Several men in the room gasped, they knew his story, they knew enough about his past to know that Max had never met his real father.
“I tracked him down and the doctor’s suspicions were confirmed—my father is legally blind.”
The whole room grew eerily quiet, their breaths held, even their hearts seemed to pause beating to allow Max to go on.
“My father has a condition called retinitis pigmentosa, and along with his red hair, he passed this on to me as well. I will go blind. This outcome is unchangeable, unfathomable, and heartbreaking.

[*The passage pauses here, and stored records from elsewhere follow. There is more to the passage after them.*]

/** Published closed-form fits to last scattering and the sound horizon: for comparison, never used in a calculation. */

/**
 * Redshift of last scattering of Hu & Sugiyama 1996, ApJ 471, 542, eq. E-1 (coefficients from memory):
 * z = 1048 [1 + 0.00124 w_b^-0.738] [1 + g1 w_m^g2]. Fitted to the recombination physics of 1996: about 2 too high.
 * @param omegaB Omega_b h^2
 * @param omegaM Omega_m h^2
 */
export function huSugiyama1996(omegaB: number, omegaM: number): number {
  const g1 = (0.0783 * omegaB ** -0.238) / (1 + 39.5 * omegaB ** 0.763);
  const g2 = 0.56 / (1 + 21.1 * omegaB ** 1.81);
  return 1048 * (1 + 0.00124 * omegaB ** -0.738) * (1 + g1 * omegaM ** g2);
}

/**
 * Drag redshift of Eisenstein & Hu 1998, ApJ 496, 605, eq. 4. Known to be 40 too low; its definition differs.
 */
export function eisensteinHu1998DragRedshift(omegaB: number, omegaM: number): number {
  const b1 = 0.313 * omegaM ** -0.419 * (1 + 0.607 * omegaM ** 0.674);
  const b2 = 0.238 * omegaM ** 0.223;
  return ((1291 * omegaM ** 0.251) / (1 + 0.659 * omegaM ** 0.828)) * (1 + b1 * omegaB ** b2);
}

/**
 * Sound horizon at that redshift, the same paper, eqs. 2 to 6.
 * @param tCmb [K]
 * @returns [Mpc]
 */
export function eisensteinHu1998SoundHorizon(omegaB: number, omegaM: number, tCmb: number): number {
  const theta = tCmb / 2.7;
  const zEq = 2.5e4 * omegaM * theta ** -4;
  const kEq = 7.46e-2 * omegaM * theta ** -2;
  const R = (z: number) => (31.5 * omegaB * theta ** -4 * 1000) / z;
  const drag = R(eisensteinHu1998DragRedshift(omegaB, omegaM));
  const equality = R(zEq);
  const ratio = (Math.sqrt(1 + drag) + Math.sqrt(drag + equality)) / (1 + Math.sqrt(equality));
  return (2 / (3 * kEq)) * Math.sqrt(6 / equality) * Math.log(ratio);
}

/**
 * Sound horizon, the same paper, approximation of eq. 26: 44.5 ln(9.83/w_m)/sqrt(1 + 10 w_b^(3/4)).
 * @returns [Mpc]
 */
export function eisensteinHu1998Approximation(omegaB: number, omegaM: number): number {
  return (44.5 * Math.log(9.83 / omegaM)) / Math.sqrt(1 + 10 * omegaB ** 0.75);
}

/**
 * Sound horizon at the drag epoch of Aubourg et al. 2015, PRD 92, 123516, eq. 16 (coefficients from memory):
 * 55.154 exp(-72.3 (w_nu + 0.0006)^2)/(w_cb^0.25351 w_b^0.12807), for N_eff = 3.046.
 * @param omegaCb Omega_cb h^2, baryons and cold dark matter
 * @param omegaNu Omega_nu h^2 of the massive neutrino
 * @returns [Mpc], within 0.02 % near the Planck cosmology
 */
export function aubourg2015DragHorizon(omegaB: number, omegaCb: number, omegaNu: number): number {
  return (55.154 * Math.exp(-72.3 * (omegaNu + 0.0006) ** 2)) / (omegaCb ** 0.25351 * omegaB ** 0.12807);
}

/**
 * The same of DESI Collaboration 2025, JCAP 02, 021, eq. 2.5 (coefficients from memory):
 * 147.05 (w_b/0.02236)^-0.13 (w_m/0.1432)^-0.23 (N_eff/3.04)^-0.1.
 * @returns [Mpc]
 */
export function desi2025DragHorizon(omegaB: number, omegaM: number, nEff: number): number {
  return 147.05 * (omegaB / 0.02236) ** -0.13 * (omegaM / 0.1432) ** -0.23 * (nEff / 3.04) ** -0.1;
}
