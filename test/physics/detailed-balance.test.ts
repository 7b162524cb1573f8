/** Forward and reverse rates bring isolated nuclides to statistical equilibrium, against equilibria computed by hand. */
import { describe, expect, test } from "vitest";
import { loadRates } from "../../src/node/load-rates.ts";
import { parseReactionId, type Reaction } from "../../src/nuclear/reaction.ts";
import { type Clock, nuclearFluxes } from "../../src/nucleosynthesis/coefficients.ts";
import { assembleNetwork } from "../../src/nucleosynthesis/network-data.ts";
import { StiffStepper } from "../../src/numerics/ode-stiff.ts";

const library = loadRates();
const ids = library.reactions.filter((id) => {
  const { isDecay, products } = parseReactionId(id);
  return !isDecay && products.length <= 3;
});
const TEMPERATURES = [2, 4, 10];

// By hand: k, hbar c, N_A, u, m_e of CODATA 2022; atomic mass excesses and spins of AME2020 and NUBASE2020 from the file of masses.
const K_MEV = 8.617333262e-11; // MeV/K
const HBARC = 197.3269804e-13; // MeV cm
const AVOGADRO = 6.02214076e23;
const mass = (id: string) => {
  const { A, Z, massExcess } = library.nuclide(id);
  return A * 931.49410372 + massExcess / 1000 - Z * 0.51099895069;
};
/** ln of the states per volume, g (m kT/2 pi hbar^2)^(3/2) [cm^-3], in moles. */
const lnStates = (id: string, kT: number) =>
  Math.log(2 * library.nuclide(id).spin + 1) +
  1.5 * Math.log((mass(id) * kT) / (2 * Math.PI * HBARC ** 2)) -
  Math.log(AVOGADRO);
/** ln of (product of reactants' densities/product of products') in equilibrium, densities in mol cm^-3 (Saha). */
function lnSaha({ reactants, products }: Reaction, T9: number): number {
  const kT = K_MEV * T9 * 1e9;
  const excess = (side: readonly string[]) => side.reduce((sum, id) => sum + library.nuclide(id).massExcess / 1000, 0);
  const states = (side: readonly string[]) => side.reduce((sum, id) => sum + lnStates(id, kT), 0);
  return states(reactants) - states(products) - (excess(reactants) - excess(products)) / kT;
}

/** Net change of each nuclide by one reaction. */
function netChange({ reactants, products }: Reaction): Map<string, number> {
  const net = new Map<string, number>();
  for (const id of reactants) net.set(id, (net.get(id) ?? 0) - 1);
  for (const id of products) net.set(id, (net.get(id) ?? 0) + 1);
  return net;
}

/**
 * Equilibrium of one reaction from given abundances, by bisection in the logarithm of the distance to the end that it
 * lies closer to, so that the scarcest nuclide has all its digits.
 */
function equilibrium(
  reaction: Reaction,
  start: ReadonlyMap<string, number>,
  T9: number,
  rhoN: number,
): Map<string, number> {
  const net = [...netChange(reaction)].filter(([, change]) => change !== 0);
  const { reactants, products } = reaction;
  const wanted = lnSaha(reaction, T9) - (reactants.length - products.length) * Math.log(rhoN);
  const end = (sign: 1 | -1) => {
    const extent = Math.min(...net.filter(([, c]) => sign * c < 0).map(([id, c]) => start.get(id)! / Math.abs(c)));
    const limiting = net.find(([id, c]) => sign * c < 0 && start.get(id)! / Math.abs(c) === extent)![0];
    return new Map(
      [...start].map(([id, y]) => {
        const change = net.find(([each]) => each === id)?.[1] ?? 0;
        return [id, id === limiting ? 0 : y + sign * change * extent] as const;
      }),
    );
  };
  const state = (from: ReadonlyMap<string, number>, sign: 1 | -1, distance: number) =>
    new Map(
      [...from].map(([id, y]) => [id, y - sign * (net.find(([each]) => each === id)?.[1] ?? 0) * distance] as const),
    );
  const excess = (Y: ReadonlyMap<string, number>) => {
    const lnProduct = (side: readonly string[]) => side.reduce((sum, id) => sum + Math.log(Y.get(id)!), 0);
    return lnProduct(reactants) - lnProduct(products) - wanted;
  };
  // More of the products than in equilibrium at the start: the end without products is the closer one.
  const sign = excess(start) > 0 ? 1 : -1;
  const from = end(sign);
  const whole = Math.max(...net.map(([id, c]) => Math.abs((start.get(id)! - from.get(id)!) / c)));
  let [low, high] = [Math.log(whole) - 300, Math.log(whole)];
  for (let i = 0; i < 200; i++) {
    const middle = (low + high) / 2;
    if (sign * excess(state(from, sign, Math.exp(middle))) < 0) low = middle;
    else high = middle;
  }
  return state(from, sign, Math.exp(low));
}

/** A clock that stands still at one temperature and density. */
const frozen = (T9: number, rhoN: number): Clock => {
  const constant = (value: number) => ({ value: Float64Array.of(value), slope: Float64Array.of(0) });
  return {
    start: 0,
    step: 1,
    count: 1,
    T9: Float64Array.of(T9),
    lnDtds: constant(0),
    lnRhoN: constant(Math.log(rhoN)),
    lnBaryonShare: constant(-30),
  };
};

/** Flux coefficients of the program for given reactions at one temperature and density, n <-> p switched off. */
function coefficients(names: readonly (readonly [string, string])[], T9: number, rhoN: number) {
  const selected = names.map(([id, evaluationName]) => {
    const rateTable = library.table(id, evaluationName);
    return { reaction: rateTable.reaction, rateTable, evaluationName };
  });
  const data = assembleNetwork("test", selected, (id) => library.nuclide(id));
  const c = new Float64Array(data.compiled.fluxes + 1);
  data.reactions.forEach((reaction, r) => {
    nuclearFluxes(frozen(T9, rhoN), reaction).forEach((flux, side) => {
      c[2 * (r + 1) + side] = Math.exp(flux.at(0, -Math.log(T9)).ln);
    });
  });
  return { data, c };
}

function integrate(
  { data, c }: ReturnType<typeof coefficients>,
  start: ReadonlyMap<string, number>,
  end: number,
): Map<string, number> {
  const { compiled, nuclides } = data;
  const y0 = nuclides.map(({ id }) => start.get(id) ?? 0);
  const stepper = new StiffStepper(
    {
      n: compiled.n,
      rhs: (_, Y, out) => compiled.derivatives(c, Y, out),
      jacobian: (_, Y, out) => compiled.jacobian(c, Y, out),
      timeDerivative: (_, __, out) => out.fill(0),
    },
    0,
    y0,
    end,
    { rtol: 1e-9, atol: 1e-60, firstStep: 1e-8 * end, method: "rodas5p" },
  );
  while (!stepper.done) stepper.step();
  return new Map(nuclides.map(({ id }, i) => [id, stepper.y[i]]));
}

describe("reverse_rates_reach_equilibrium: every reversible reaction alone, from either side, to 1e-6", () => {
  test("there are 143 of them", () => {
    expect(ids).toHaveLength(143);
  });
  test.each(ids)("%s", (id) => {
    const reaction = parseReactionId(id);
    const surplus = reaction.reactants.length - reaction.products.length;
    const involved = [...new Set([...reaction.reactants, ...reaction.products])];
    for (const T9 of TEMPERATURES) {
      // Where density matters, one at which reactants and products are about equally common.
      const rhoN = surplus === 0 ? 1 : 10 * Math.exp(lnSaha(reaction, T9) / surplus);
      const program = coefficients([[id, library.evaluations(id)[0]]], T9, rhoN);
      for (const rich of [reaction.reactants, reaction.products]) {
        const start = new Map(involved.map((each, k) => [each, (rich.includes(each) ? 0.1 : 1e-3) * (1 + 0.3 * k)]));
        const expected = equilibrium(reaction, start, T9, rhoN);
        // Near equilibrium the extent relaxes at flow * sum of change^2/Y; wait for 300 of these times, so that 0.1 has faded below 1e-130.
        const flow = reaction.reactants.reduce((product, each) => product * expected.get(each)!, program.c[2]);
        const rate = [...netChange(reaction)].reduce((sum, [each, c]) => sum + (flow * c * c) / expected.get(each)!, 0);
        const found = integrate(program, start, 300 / rate);
        for (const each of involved)
          expect(
            Math.abs(found.get(each)! / expected.get(each)! - 1),
            `${each} at T9 = ${T9}: found ${found.get(each)}, expected ${expected.get(each)}`,
          ).toBeLessThan(1e-6);
      }
    }
  });
});

describe("a whole network without weak reactions reaches statistical equilibrium", () => {
  const strong = library.network("twelve").filter(({ reaction }) => reaction !== "t_he3");
  test.each([6, 10])("the classic reactions at T9 = %d, to 1e-6", (T9) => {
    const rhoN = 1;
    const kT = K_MEV * T9 * 1e9;
    const program = coefficients(
      strong.map(({ reaction, evaluation }) => [reaction, evaluation]),
      T9,
      rhoN,
    );
    const found = integrate(
      program,
      new Map([
        ["n", 0.3],
        ["p", 0.5],
        ["d", 0.05],
        ["he3", 0.1 / 3],
      ]),
      1e30,
    );
    // mu_i = Z mu_p + N mu_n: Y_i rho_N/G_i = (Y_p rho_N/G_p)^Z (Y_n rho_N/G_n)^N exp(B/kT)
    const lnFugacity = (id: string) => Math.log(found.get(id)! * rhoN) - lnStates(id, kT);
    let nucleons = 0;
    for (const [id, Y] of found) {
      const { A, Z, massExcess } = library.nuclide(id);
      const excess = Z * library.nuclide("p").massExcess + (A - Z) * library.nuclide("n").massExcess - massExcess;
      const expected = Z * lnFugacity("p") + (A - Z) * lnFugacity("n") + excess / 1000 / kT;
      expect(Math.abs(Math.expm1(lnFugacity(id) - expected)), `${id}: Y = ${Y}`).toBeLessThan(1e-6);
      nucleons += A * Y;
    }
    expect(nucleons).toBeCloseTo(1, 10);
  });
});
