/** Photon diffusion (Silk) damping scale. */
import { LIGHT_SPEED } from "../constants/codata.ts";
import { METRE_PER_MPC } from "../constants/units.ts";
import { gaussLegendre } from "../numerics/quadrature.ts";
import type { LineOfSight } from "./optical-depth.ts";
import { baryonLoading } from "./sound-horizon.ts";

/** Redshift to which the diffusion integral is taken; what is left out is 1e-9 of it. */
const Z_FAR = 1e7;
const POINTS = 5;
const WIDEST = 0.25;

/**
 * Damping wavenumber at last scattering,
 * k_D^-2 = int_(z_star)^inf c dz/H [R^2 + (16/15)(1 + R)]/[6 (1 + R)^2 a n_e sigma_T], a = 1/(1 + z).
 *
 * @param logStar ln(1 + z_star)
 * @returns k_D [1/Mpc]
 * @see Kaiser 1983, MNRAS 202, 1169; Zaldarriaga & Harari 1995, PRD 52, 3276
 */
export function dampingWavenumber(sight: LineOfSight, logStar: number): number {
  const { history, edges } = sight;
  const { background } = history;
  const R0 = baryonLoading(background);
  const { nodes, weights } = gaussLegendre(POINTS);
  const expansion = new Float64Array(2);
  let sum = 0;
  const panel = (from: number, to: number) => {
    const half = (to - from) / 2;
    for (let k = 0; k < POINTS; k++) {
      const x = (to + from) / 2 + half * nodes[k];
      background.hubbleAndSlope(-x, expansion);
      // c dz/H and a n_e sigma_T in units of d ln(1 + z): c (1+z)/H squared over d tau/d ln(1 + z).
      const step = (LIGHT_SPEED.value / METRE_PER_MPC / expansion[0]) * Math.exp(x);
      const R = R0 * Math.exp(-x);
      const weight = (R * R + (16 / 15) * (1 + R)) / (6 * (1 + R) * (1 + R));
      sum += (weights[k] * half * weight * step * step) / sight.scattering(x, false);
    }
  };
  let from = logStar;
  for (const edge of edges)
    if (edge > logStar + 1e-9) {
      panel(from, edge);
      from = edge;
    }
  const far = Math.log1p(Z_FAR);
  const panels = Math.ceil((far - from) / WIDEST);
  const width = (far - from) / panels;
  for (let i = 0; i < panels; i++) panel(from + i * width, from + (i + 1) * width);
  return 1 / Math.sqrt(sum);
}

I will spend the rest of the season on injured reserve, and I think we all know, without me having to say it, what comes after that.”
The team’s captain, Patrick Carter, made his way to Max, bringing him in for an embrace. Brown stood next, and hugged Max as well. Slowly, one by one, his team packed in around Max until the ever-growing hug he was at the center of was completed, every player in the room wrapping their arms around the next in solidarity for Max. The locker room remained silent, and Max knew this was their way of saying goodbye, in true Max fashion, with words being too hard to speak.
Because words were hard when you were losing a game, but words were impossible when you were losing a teammate.
Coach was the last to join the hug. Max looked up from the sea of heads lowered around him in the embrace and found his coach looking back, a single tear running down his cheek accompanied by the proud smile of a father.